Knee Effusion: Fluid or Water on the Knee

What is Effusion of the Knee?

Learn about knee effusion fluid on the knee, causes, and treatment

To put it simply, effusion of the knee is the escape of fluid into the tissue. This occurs when excess fluid accumulates in or around the knee joint. A small amount of fluid naturally exists in normal joints, but when a joint is affected by arthritis, for example, abnormal amounts of fluid can build up causing the knee to become swollen around the top, outside and below your knee. 

photo of a horse with knee effusion from arthritis

In the photo above, you can clearly see a horse that is affected by effusion of the knee. A horse's knee functions in a similar way to humans, which explains why the condition on a human looks the same as it does on a horse. This particular horse suffers from arthritis, causing effusion of its knee.

Water on the Knee vs. Bursitis: What's the difference?

It’s unclear what the difference between water on the knee, or effusion, and knee bursitis is, but we’ve uncovered why: they’re both the same thing. There is no difference between water on the knee and knee bursitis.

Knee bursitis is specifically explained as the inflammation of a small fluid-filled sac situated near your knee joint and around the kneecap.  A bursa is the small sac that retains the fluid. The fluid that fills the bursa is called synovial fluid.

Other names for water on the knee:

  1. Effusion
  2. Knee Bursitis
  3. Prepatellar Bursitis
  4. Swelling of the knee

Water on the Knee vs. Swelling of the Knee: What is the difference?

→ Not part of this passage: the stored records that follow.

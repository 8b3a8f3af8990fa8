import { dot, normalise, type Vector3 } from '../rotation';
import { type Operation } from '../groups/operation';

const tolerance = 1e-4;

/** Proper rotation axes with their highest order, and normals of mirror planes, S axes and inversion of a set of operations. */
export interface SymmetryElements {
  readonly axes: readonly { readonly direction: Vector3; readonly order: number }[];
  readonly mirrors: readonly Vector3[];
  /** Axes of rotoreflections other than σ and i. */
  readonly rotoreflections: readonly Vector3[];
  readonly inversion: boolean;
}

export const parallel = (a: Vector3, b: Vector3): boolean => Math.abs(Math.abs(dot(a, b)) - 1) < tolerance;
export const perpendicular = (a: Vector3, b: Vector3): boolean => Math.abs(dot(a, b)) < Math.sqrt(tolerance);

/** Axis and smallest turn of a rotation; no axis for the identity. */
function axisOf({ rotation: [w, x, y, z] }: Operation): { direction: Vector3; angle: number } | null {
  const sine = Math.hypot(x, y, z);
  if (sine < 1e-4) return null;
  const half = Math.atan2(sine, Math.abs(w));
  return { direction: normalise([x, y, z]), angle: 2 * half };
}

export function symmetryElements(operations: readonly Operation[]): SymmetryElements {
  const axes: { direction: Vector3; order: number }[] = [];
  const mirrors: Vector3[] = [];
  const rotoreflections: Vector3[] = [];
  let inversion = false;
  for (const operation of operations) {
    const turn = axisOf(operation);
    if (turn === null) {
      inversion ||= operation.parity === -1;
      continue;
    }
    const { direction, angle } = turn;
    const order = Math.round((2 * Math.PI) / angle);
    if (operation.parity === -1) {
      const list = Math.abs(angle - Math.PI) < tolerance ? mirrors : rotoreflections;
      if (!list.some((known) => parallel(known, direction))) list.push(direction);
      continue;
    }
    // Only the generating turn 2π/n counts; its powers belong to the same axis.
    const known = axes.find((axis) => parallel(axis.direction, direction));
    const own = Math.abs(order * angle - 2 * Math.PI) < tolerance * order ? order : 2;
    if (known === undefined) axes.push({ direction, order: own });
    else known.order = Math.max(known.order, own);
  }
  return { axes, mirrors, rotoreflections, inversion };
}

There are two different types of swelling: edema and effusion. Edema is swelling that occurs primarily in the soft tissues of the body. Effusion is swelling or fluid in the joint space. So really, there is no difference between water on the knee and swelling of the knee. Effusion is just a specific type of swelling.

Symptoms of Effusion:

  • Swelling and redness of the skin
  • Joint stiffness
  • Difficulty straightening leg
  • Pain and tenderness
  • Knee is warm/hot to the touch
  • Fluid build up
  • Knee is large and puffy

What causes fluid on the knee?

The two main causes of effusion of the knee:

  1. Arthritis

    Arthritis is inflammation of one or more of your joints. There are actually over one hundred different forms of arthritis. The symptoms typically include pain, swelling, and stiffness.

  2. Injury to ligament

    An injury to your ligament can occur in many different ways. Ligaments in your knees include the anterior cruciate ligament (ACL), the posterior cruciate ligament (PCL), the lateral collateral ligament (LCL), and the medial collateral ligament (MCL). This can occur while on a run or other strenuous activities. The symptoms typically include pain, a loud pop, swelling, looseness in the joint, and inability to bear weight without pain.

    After any injury, swelling occurs because the body’s natural reaction is to surround the knee with a protective fluid. This is when effusion of the knee occurs.

5 ways to get rid of fluid on the knee:

Because effusion is caused by different conditions, the best treatment process may vary depending on the person.

  1. Home Remedy

    It’s suggested that you use a medical knee brace to help compress the bursa and aid in treatment. Using the R.I.C.E. method can help to reduce swelling and pain in your knee at home. If your knee is not improving after using this method, it is highly suggested that you call your doctor.

    shop knee braces to treat bursitis and knee effusion

  2. Physical Therapy

    A Physical Therapist can advise exercises and fitness activities to strengthen the area that is affected and treat your knee. By keeping your leg strength, you help your knee to be stable and relieve pressure on the joint.

  3. Arthrocentesis

    The doctor uses a needle to drain fluid out of the knee while the knee is numbed. This method helps to relieve pain, pressure and the appearance of swelling by minimizing the collection of fluid.

  4. Arthroscopy

    During this method, the doctor will thread an arthroscope into the knee. An arthroscope is a flexible tube with a camera at the end of it. Tools can be passed through the tube to repair damage to the cartilage and remove loose tissue, hopefully curing your knee.

  5. Joint Replacement

    In severe cases of osteoarthritis, the knee joint may need to be replaced with a prosthetic to relieve pain and improve function.